- [TASK ITEM]
Give every line below again, exactly as it appears.

(Saved data entries)
*** Block opens ***

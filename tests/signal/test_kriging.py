"""Weights of the conditional mean with unknown mean."""

from __future__ import annotations

import numpy as np
import pytest
from numpy.typing import NDArray

from pulsemend.signal.kriging import flank_knots, kriging_weights, thinned_distances

LAGS = np.arange(400.0)
RHYTHM = 100.0 * np.exp(-LAGS / 60.0) + 40.0 * np.exp(-LAGS / 300.0) * np.cos(LAGS / 20.0)
RHYTHM[0] += 0.1


def bordered_system(
    autocovariance: NDArray[np.float64], knots: NDArray[np.intp], size: int
) -> NDArray[np.float64]:
    """Compute the same weights by the textbook's system, bordered by the constraint."""
    n = len(knots)
    system = np.ones((n + 1, n + 1))
    system[:n, :n] = autocovariance[np.abs(knots[:, None] - knots)]
    system[-1, -1] = 0.0
    right = np.ones((n + 1, size))
    right[:n] = autocovariance[np.abs(knots[:, None] - np.arange(size))]
    return np.asarray(np.linalg.solve(system, right)[:n].T)


@pytest.mark.parametrize(("left", "right"), [(30, 30), (30, 5), (0, 30), (30, 0), (1, 1)])
def test_weights_solve_the_textbook_system(left: int, right: int) -> None:
    knots = flank_knots(20, left, right, 400)
    weights = kriging_weights(RHYTHM, knots, 20)
    np.testing.assert_allclose(weights.sum(axis=1), 1.0, rtol=0, atol=1e-12)
    np.testing.assert_allclose(weights, bordered_system(RHYTHM, knots, 20), rtol=0, atol=0.02)
    # The nugget of 1e-5 is all that differs.
    noisier = RHYTHM.copy()
    noisier[0] += 1e-5 * np.ptp(RHYTHM)
    np.testing.assert_allclose(weights, bordered_system(noisier, knots, 20), rtol=0, atol=1e-9)


def test_only_differences_of_the_autocovariance_matter() -> None:
    knots = flank_knots(20, 40, 40, 400)
    plain = kriging_weights(RHYTHM, knots, 20)
    np.testing.assert_allclose(kriging_weights(RHYTHM + 1e6, knots, 20), plain, rtol=0, atol=1e-6)
    np.testing.assert_allclose(kriging_weights(RHYTHM * 1e-12, knots, 20), plain, rtol=0, atol=1e-9)


def test_random_walk_is_bridged_by_a_line() -> None:
    # Known truth: given both ends of a Brownian bridge, its mean is the straight line between them.
    knots = flank_knots(20, 30, 30, 400)
    weights = kriging_weights(np.asarray(1000.0 - LAGS), knots, 20)
    line = np.zeros_like(weights)
    line[:, 30] = (np.arange(20) + 1) / 21.0
    line[:, 29] = 1.0 - line[:, 30]
    np.testing.assert_allclose(weights, line, rtol=0, atol=0.01)


@pytest.mark.parametrize("useless", [np.zeros(400), np.full(400, 7.0), np.full(400, np.nan)])
def test_channel_without_usable_autocovariance_is_bridged_by_a_line(useless: NDArray[np.float64]) -> None:
    knots = flank_knots(20, 30, 30, 400)
    np.testing.assert_array_equal(
        kriging_weights(useless, knots, 20), kriging_weights(400.0 - LAGS, knots, 20)
    )


def test_few_flank_samples_are_all_used() -> None:
    np.testing.assert_array_equal(thinned_distances(7, 100), np.arange(1, 8))
    np.testing.assert_array_equal(flank_knots(5, 2, 3, 400), [-2, -1, 5, 6, 7])
    np.testing.assert_array_equal(flank_knots(5, 0, 3, 400), [5, 6, 7])


@pytest.mark.parametrize("flank", [150, 250, 1250, 10_000])
@pytest.mark.parametrize("at_most", [1, 2, 3, 10, 100, 149])
def test_distances_are_dense_near_the_gap_and_thin_out(flank: int, at_most: int) -> None:
    distances = thinned_distances(flank, at_most)
    steps = np.diff(distances)
    assert 0.7 * at_most <= len(distances) <= at_most
    assert distances[0] == 1
    assert at_most == 1 or distances[-1] == flank
    assert (steps > 0).all()
    dense = (at_most + 1) // 2
    assert (steps[: dense - 1] == 1).all()
    # Rounding to whole samples may shorten a step by one against the step before.
    assert (np.diff(steps) >= -1).all()
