import request, { type Test } from 'supertest'
import { expect } from 'vitest'
import { testPassword } from './server-harness.ts'

type Method = 'get' | 'post' | 'put' | 'patch' | 'delete'
export type As = { token?: string; cookie?: string; key?: string; headers?: Record<string, string> }

let keys = 0
/** A fresh idempotency key. */
export const newKey = () => `key-${++keys}-${Date.now()}`

/** A request under /api/v1 as a browser of ours or a script would send it. */
export function api(url: string, method: Method, path: string, as: As = {}): Test {
  const sent = request(url)[method](`/api/v1${path}`)
  if (as.token) sent.set('Authorization', `Bearer ${as.token}`)
  if (as.cookie) sent.set('Cookie', as.cookie)
  if (!as.token) sent.set('x-ogee', '1').set('Sec-Fetch-Site', 'same-origin')
  if (as.key) sent.set('Idempotency-Key', as.key)
  for (const [name, value] of Object.entries(as.headers ?? {})) sent.set(name, value)
  return sent
}

/** Signs in and gives the cookie to send. */
export async function signIn(url: string, email: string, password = testPassword): Promise<string> {
  const reply = await api(url, 'post', '/session').send({ email, password })
  expect(reply.status).toBe(200)
  return cookieOf(reply.headers['set-cookie'])
}

export function cookieOf(header: unknown): string {
  const [first] = header as string[]
  return first!.split(';')[0]!
}

/** Records one request and gives the record. */
export async function post(url: string, as: As, body: object, status = 201) {
  const reply = await api(url, 'post', '/trims', { key: newKey(), ...as }).send(body)
  expect(reply.body, JSON.stringify(reply.body).slice(0, 600)).toEqual(expect.any(Object))
  expect(reply.status, JSON.stringify(reply.body).slice(0, 600)).toBe(status)
  return reply.body
}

*** Block closes ***

- [EXERCISE RESULT]
filename tests/signal/test_kriging.py
"""Weights of the conditional mean with unknown mean."""

from __future__ import annotations

import numpy as np
import pytest
from numpy.typing import NDArray

from pulsemend.signal.kriging import flank_knots, kriging_weights, thinned_distances

LAGS = np.arange(400.0)
RHYTHM = 100.0 * np.exp(-LAGS / 60.0) + 40.0 * np.exp(-LAGS / 300.0) * np.cos(LAGS / 20.0)
RHYTHM[0] += 0.1


def bordered_system(
    autocovariance: NDArray[np.float64], knots: NDArray[np.intp], size: int
) -> NDArray[np.float64]:
    """Compute the same weights by the textbook's system, bordered by the constraint."""
    n = len(knots)
    system = np.ones((n + 1, n + 1))
    system[:n, :n] = autocovariance[np.abs(knots[:, None] - knots)]
    system[-1, -1] = 0.0
    right = np.ones((n + 1, size))
    right[:n] = autocovariance[np.abs(knots[:, None] - np.arange(size))]
    return np.asarray(np.linalg.solve(system, right)[:n].T)


@pytest.mark.parametrize(("left", "right"), [(30, 30), (30, 5), (0, 30), (30, 0), (1, 1)])
def test_weights_solve_the_textbook_system(left: int, right: int) -> None:
    knots = flank_knots(20, left, right, 400)
    weights = kriging_weights(RHYTHM, knots, 20)
    np.testing.assert_allclose(weights.sum(axis=1), 1.0, rtol=0, atol=1e-12)
    np.testing.assert_allclose(weights, bordered_system(RHYTHM, knots, 20), rtol=0, atol=0.02)
    # The nugget of 1e-5 is all that differs.
    noisier = RHYTHM.copy()
    noisier[0] += 1e-5 * np.ptp(RHYTHM)
    np.testing.assert_allclose(weights, bordered_system(noisier, knots, 20), rtol=0, atol=1e-9)


def test_only_differences_of_the_autocovariance_matter() -> None:
    knots = flank_knots(20, 40, 40, 400)
    plain = kriging_weights(RHYTHM, knots, 20)
    np.testing.assert_allclose(kriging_weights(RHYTHM + 1e6, knots, 20), plain, rtol=0, atol=1e-6)
    np.testing.assert_allclose(kriging_weights(RHYTHM * 1e-12, knots, 20), plain, rtol=0, atol=1e-9)


def test_random_walk_is_bridged_by_a_line() -> None:
    # Known truth: given both ends of a Brownian bridge, its mean is the straight line between them.
    knots = flank_knots(20, 30, 30, 400)
    weights = kriging_weights(np.asarray(1000.0 - LAGS), knots, 20)
    line = np.zeros_like(weights)
    line[:, 30] = (np.arange(20) + 1) / 21.0
    line[:, 29] = 1.0 - line[:, 30]
    np.testing.assert_allclose(weights, line, rtol=0, atol=0.01)


@pytest.mark.parametrize("useless", [np.zeros(400), np.full(400, 7.0), np.full(400, np.nan)])
def test_channel_without_usable_autocovariance_is_bridged_by_a_line(useless: NDArray[np.float64]) -> None:
    knots = flank_knots(20, 30, 30, 400)
    np.testing.assert_array_equal(
        kriging_weights(useless, knots, 20), kriging_weights(400.0 - LAGS, knots, 20)
    )


def test_few_flank_samples_are_all_used() -> None:
    np.testing.assert_array_equal(thinned_distances(7, 100), np.arange(1, 8))
    np.testing.assert_array_equal(flank_knots(5, 2, 3, 400), [-2, -1, 5, 6, 7])
    np.testing.assert_array_equal(flank_knots(5, 0, 3, 400), [5, 6, 7])


@pytest.mark.parametrize("flank", [150, 250, 1250, 10_000])
@pytest.mark.parametrize("at_most", [1, 2, 3, 10, 100, 149])
def test_distances_are_dense_near_the_gap_and_thin_out(flank: int, at_most: int) -> None:
    distances = thinned_distances(flank, at_most)
    steps = np.diff(distances)
    assert 0.7 * at_most <= len(distances) <= at_most
    assert distances[0] == 1
    assert at_most == 1 or distances[-1] == flank
    assert (steps > 0).all()
    dense = (at_most + 1) // 2
    assert (steps[: dense - 1] == 1).all()
    # Rounding to whole samples may shorten a step by one against the step before.
    assert (np.diff(steps) >= -1).all()
import request, { type Test } from 'supertest'
import { expect } from 'vitest'
import { testPassword } from './server-harness.ts'

type Method = 'get' | 'post' | 'put' | 'patch' | 'delete'
export type As = { token?: string; cookie?: string; key?: string; headers?: Record<string, string> }

let keys = 0
/** A fresh idempotency key. */
export const newKey = () => `key-${++keys}-${Date.now()}`

/** A request under /api/v1 as a browser of ours or a script would send it. */
export function api(url: string, method: Method, path: string, as: As = {}): Test {
  const sent = request(url)[method](`/api/v1${path}`)
  if (as.token) sent.set('Authorization', `Bearer ${as.token}`)
  if (as.cookie) sent.set('Cookie', as.cookie)
  if (!as.token) sent.set('x-ogee', '1').set('Sec-Fetch-Site', 'same-origin')
  if (as.key) sent.set('Idempotency-Key', as.key)
  for (const [name, value] of Object.entries(as.headers ?? {})) sent.set(name, value)
  return sent
}

/** Signs in and gives the cookie to send. */
export async function signIn(url: string, email: string, password = testPassword): Promise<string> {
  const reply = await api(url, 'post', '/session').send({ email, password })
  expect(reply.status).toBe(200)
  return cookieOf(reply.headers['set-cookie'])
}

export function cookieOf(header: unknown): string {
  const [first] = header as string[]
  return first!.split(';')[0]!
}

/** Records one request and gives the record. */
export async function post(url: string, as: As, body: object, status = 201) {
  const reply = await api(url, 'post', '/trims', { key: newKey(), ...as }).send(body)
  expect(reply.body, JSON.stringify(reply.body).slice(0, 600)).toEqual(expect.any(Object))
  expect(reply.status, JSON.stringify(reply.body).slice(0, 600)).toBe(status)
  return reply.body
}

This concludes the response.